For weeks after the bombing, I grappled not so much with my feelings but with a deep question of what my feelings should be. I wasn't hurt. I wasn't even really directly affected, as blind luck and the finish line superstructure had prevented me from even seeing the horror unfolding so near me. To even think the words I'm a Boston Marathon victim filled me with shame and thoughts of the wounded and dead.
As for William, he was struggling to separate his feelings about his own performance–he was both frustrated that he hadn't hit his goal and proud of his finish–from the general calamity. He told me, "The marathon was a great pleasure. The only problem was the bombs."
But. . .we had been there, right there, at the scene of the worst atrocity ever visited on our sport, in the middle of an event that (along with the manhunt that followed) traumatized one of the cities I have called my home. I will preserve that memory just as I have preserved the souvenir jacket I overpaid for before the race, long before I knew it would be a badge of honor and fellowship with the other thousands who were there. To paraphrase Shakespeare, when the 117th Boston Marathon is mentioned, some of us will stand and show our medals and say, "I was there, on Patriots' Day..."

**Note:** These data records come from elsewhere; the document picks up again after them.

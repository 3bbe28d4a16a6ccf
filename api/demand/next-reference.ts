// A free purchase-order number for a site and day: SITE-YYYYMMDD-n, the first n not yet used.
import { Op } from 'sequelize';
import { PurchaseOrder } from '../../database/models/index.js';

export async function nextReference(siteCode: string, today: string): Promise<string> {
  const prefix = `${siteCode}-${today.replaceAll('-', '')}-`;
  const used = new Set((await PurchaseOrder.findAll({ where: { reference: { [Op.startsWith]: prefix } }, attributes: ['reference'] })).map((o) => o.reference));
  let n = 1;
  while (used.has(`${prefix}${n}`)) n++;
  return `${prefix}${n}`;
}
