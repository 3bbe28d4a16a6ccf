// Planned transfers: purchasing earmarks spare vials of another site's lot for a short site; storage staff move them.
import { Op } from 'sequelize';
import { Fridge, Lot, PlannedTransfer, Site, StockBalance } from '../../database/models/index.js';
import type { PlannedTransferInput, PlannedTransferView } from '../../shared/demand/demand-schemas.js';
import type { AppContext } from '../app-context.js';
import { recordAudit } from '../audit/record-audit.js';
import { siteToday } from '../flocks/site-today.js';
import { canSeeSite } from '../http/access.js';
import { AppError } from '../http/app-error.js';
import { loadTransferViews } from './transfer-view.js';

export async function siteOfTransfer(id: number): Promise<number | null> {
  return (await PlannedTransfer.findByPk(id, { attributes: ['toSiteId'] }))?.toSiteId ?? null;
}

export async function planTransfer(context: AppContext, user: Express.User, toSiteId: number, input: PlannedTransferInput): Promise<PlannedTransferView> {
  const id = await context.sequelize.transaction(async (transaction) => {
    const toSite = await Site.findByPk(toSiteId, { transaction });
    if (!toSite) throw AppError.notFound('No such site.');
    const fromSite = await Site.findByPk(input.fromSiteId, { transaction });
    if (!fromSite || !canSeeSite(user, fromSite.id)) throw AppError.badRequest('No such site.', [{ field: 'fromSiteId', message: 'Unknown site.' }]);
    if (fromSite.id === toSiteId) throw AppError.badRequest('A transfer goes to another site.', [{ field: 'fromSiteId', message: 'Choose another site.' }]);
    if (input.plannedOn < siteToday(toSite)) throw AppError.badRequest('Plan the transfer for today or later.', [{ field: 'plannedOn', message: 'Not in the past.' }]);
    const lot = await Lot.findByPk(input.lotId, { transaction, lock: transaction.LOCK.UPDATE });
    if (!lot) throw AppError.badRequest('No such lot.', [{ field: 'lotId', message: 'Unknown lot.' }]);
    const fridges = await Fridge.findAll({ where: { siteId: fromSite.id }, attributes: ['id'], transaction });
    const onHand = (await StockBalance.sum('vials', { where: { lotId: lot.id, fridgeId: { [Op.in]: fridges.map((f) => f.id) } }, transaction })) ?? 0;
    const promised = (await PlannedTransfer.sum('vials', { where: { lotId: lot.id, fromSiteId: fromSite.id, status: 'planned' }, transaction })) ?? 0;
    if (input.vials > onHand - promised) {
      throw AppError.conflict(`${fromSite.name} holds ${onHand} vials of lot ${lot.lotNumber}, ${promised} already planned to move.`, [
        { field: 'vials', message: `At most ${Math.max(0, onHand - promised)} vials.` },
      ]);
    }
    const transfer = await PlannedTransfer.create({ ...input, toSiteId, createdBy: user.id }, { transaction });
    await recordAudit({ actorId: user.id, action: 'planned_transfer.create', entity: 'planned_transfer', entityId: transfer.id, after: transfer.get({ plain: true }) }, transaction);
    return transfer.id;
  });
  return (await loadTransferViews({ id }))[0]!;
}

/** Closes a planned transfer: done once storage staff moved the vials, or cancelled. */
export async function closeTransfer(context: AppContext, actorId: number, id: number, status: 'done' | 'cancelled'): Promise<PlannedTransferView> {
  await context.sequelize.transaction(async (transaction) => {
    const transfer = await PlannedTransfer.findByPk(id, { transaction, lock: transaction.LOCK.UPDATE });
    if (!transfer) throw AppError.notFound('No such planned transfer.');
    if (transfer.status !== 'planned') throw AppError.conflict(`This transfer is already ${transfer.status}.`);
    const before = transfer.get({ plain: true });
    await transfer.update({ status }, { transaction });
    await recordAudit({ actorId, action: `planned_transfer.${status === 'done' ? 'done' : 'cancel'}`, entity: 'planned_transfer', entityId: id, before, after: transfer.get({ plain: true }) }, transaction);
  });
  return (await loadTransferViews({ id }))[0]!;
}
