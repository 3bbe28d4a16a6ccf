// Lots, their movements and stock counts, as the lots, lot, count-sheet pages and the storage card call them.
import { HttpClient, HttpParams } from '@angular/common/http';
import { Injectable, inject } from '@angular/core';
import { map, type Observable } from 'rxjs';
import type { LotFilterOptions, LotListPage } from '@shared/lots/lot-list.js';
import type { LotPage } from '@shared/lots/lot-page.js';
import type { DiscardReason } from '@shared/lots/discard-reasons.js';
import type { CountDue } from '@shared/lots/count-due.js';
import type { LotStatus } from '@shared/lots/lot-status.js';
import { handlesOwnErrors } from '../../core/http/error-interceptor';

export type { LotFilterOptions, LotListItem, LotListPage } from '@shared/lots/lot-list.js';
export type { LotPage } from '@shared/lots/lot-page.js';

export interface LotListRequest {
  q?: string;
  productId?: number | null;
  siteId?: number | null;
  fridgeId?: number | null;
  status?: LotStatus | '';
  expiryFrom?: string;
  expiryTo?: string;
  sort?: string;
  page?: number;
  pageSize?: number;
}

export interface TransferRequest {
  fromFridgeId: number;
  toFridgeId: number;
  vials: number;
  leftAt: string;
  at: string;
  notes: string;
  plannedTransferId?: number | null;
}

export interface TransferResult {
  movementId: number;
  timeOutMinutes: number;
  limitMinutes: number | null;
  holdOpened: boolean;
}

export interface DiscardRequest {
  fridgeId: number;
  vials: number;
  reason: DiscardReason;
  reasonText: string;
}

export interface FridgeCountDue extends CountDue {
  fridgeId: number;
  fridgeCode: string;
  fridgeName: string;
  siteId: number;
  siteName: string;
  lastCountAt: string | null;
}

export interface CountSheet {
  fridge: { id: number; code: string; name: string; siteId: number; siteName: string; timeZone: string };
  due: FridgeCountDue;
  lines: { lotId: number; lotNumber: string; product: string; dosesPerVial: number; expiry: string; expected: number; status: LotStatus }[];
  recentCounts: { id: number; countedAt: string; countedBy: string; notes: string; lines: { lotId: number; lotNumber: string; expected: number; counted: number; difference: number; reason: string }[] }[];
}

export interface CountRequest {
  lines: { lotId: number; expected: number; counted: number; reason: string }[];
  notes: string;
}

@Injectable({ providedIn: 'root' })
export class LotsApi {
  private readonly http = inject(HttpClient);

  list(request: LotListRequest): Observable<LotListPage> {
    let params = new HttpParams();
    for (const [key, value] of Object.entries(request)) {
      if (value !== undefined && value !== null && value !== '') params = params.set(key, String(value));
    }
    return this.http.get<LotListPage>('/api/lots', { params });
  }

  filters(): Observable<LotFilterOptions> {
    return this.http.get<LotFilterOptions>('/api/lots/filters');
  }

  get(lotId: number): Observable<LotPage> {
    return this.http.get<LotPage>(`/api/lots/${lotId}`);
  }

  transfer(lotId: number, request: TransferRequest): Observable<TransferResult> {
    return this.http.post<TransferResult>(`/api/lots/${lotId}/transfers`, request, { context: handlesOwnErrors() });
  }

  discard(lotId: number, request: DiscardRequest): Observable<unknown> {
    return this.http.post(`/api/lots/${lotId}/discards`, request, { context: handlesOwnErrors() });
  }

  countsDue(): Observable<FridgeCountDue[]> {
    return this.http.get<{ items: FridgeCountDue[] }>('/api/stock-counts/due').pipe(map((body) => body.items));
  }

  sheet(fridgeId: number): Observable<CountSheet> {
    return this.http.get<CountSheet>(`/api/stock-counts/fridges/${fridgeId}/sheet`);
  }

  submitCount(fridgeId: number, request: CountRequest): Observable<{ id: number; adjustments: number }> {
    return this.http.post<{ id: number; adjustments: number }>(`/api/stock-counts/fridges/${fridgeId}`, request, { context: handlesOwnErrors() });
  }
}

There is a burden, though. There were those who asked in the aftermath of the 2013 Boston Marathon whether the race, or any race, would ever be the same again. But the "Boston Marathon Bombing" had nothing to do with the Boston Marathon. It had to do with two sick souls who were looking to strike out at enemies who, being imaginary, could be played by any strangers conveniently packed on a sidewalk. It is the obligation and privilege of the running community to start scrubbing away that stain. By running the marathon again, this year and next year and every year to the ending of the world, we will restore the Boston Marathon to what it was and will be again: the premiere marathon in the world, the amateur's Olympics, the only legend any runner has a chance to be a part of.
So I will be running Boston again this year, as will William Greer, once again for Team with a Vision. We will be running not for ourselves, but this time for the sport, for the city, for the event itself. With every step from Hopkinton, every mile from there to the crowds that will be 20 deep on Boylston Street, we'll make the oldest marathon in America new again, take it from the sons of bitches who took it from us, and give it back to anyone who dreams of doing what William Greer did on one beautiful, almost perfect day last April.
Peter Sagal is a 3:09 marathoner and the host of NPR's Wait, Wait... Don't Tell Me!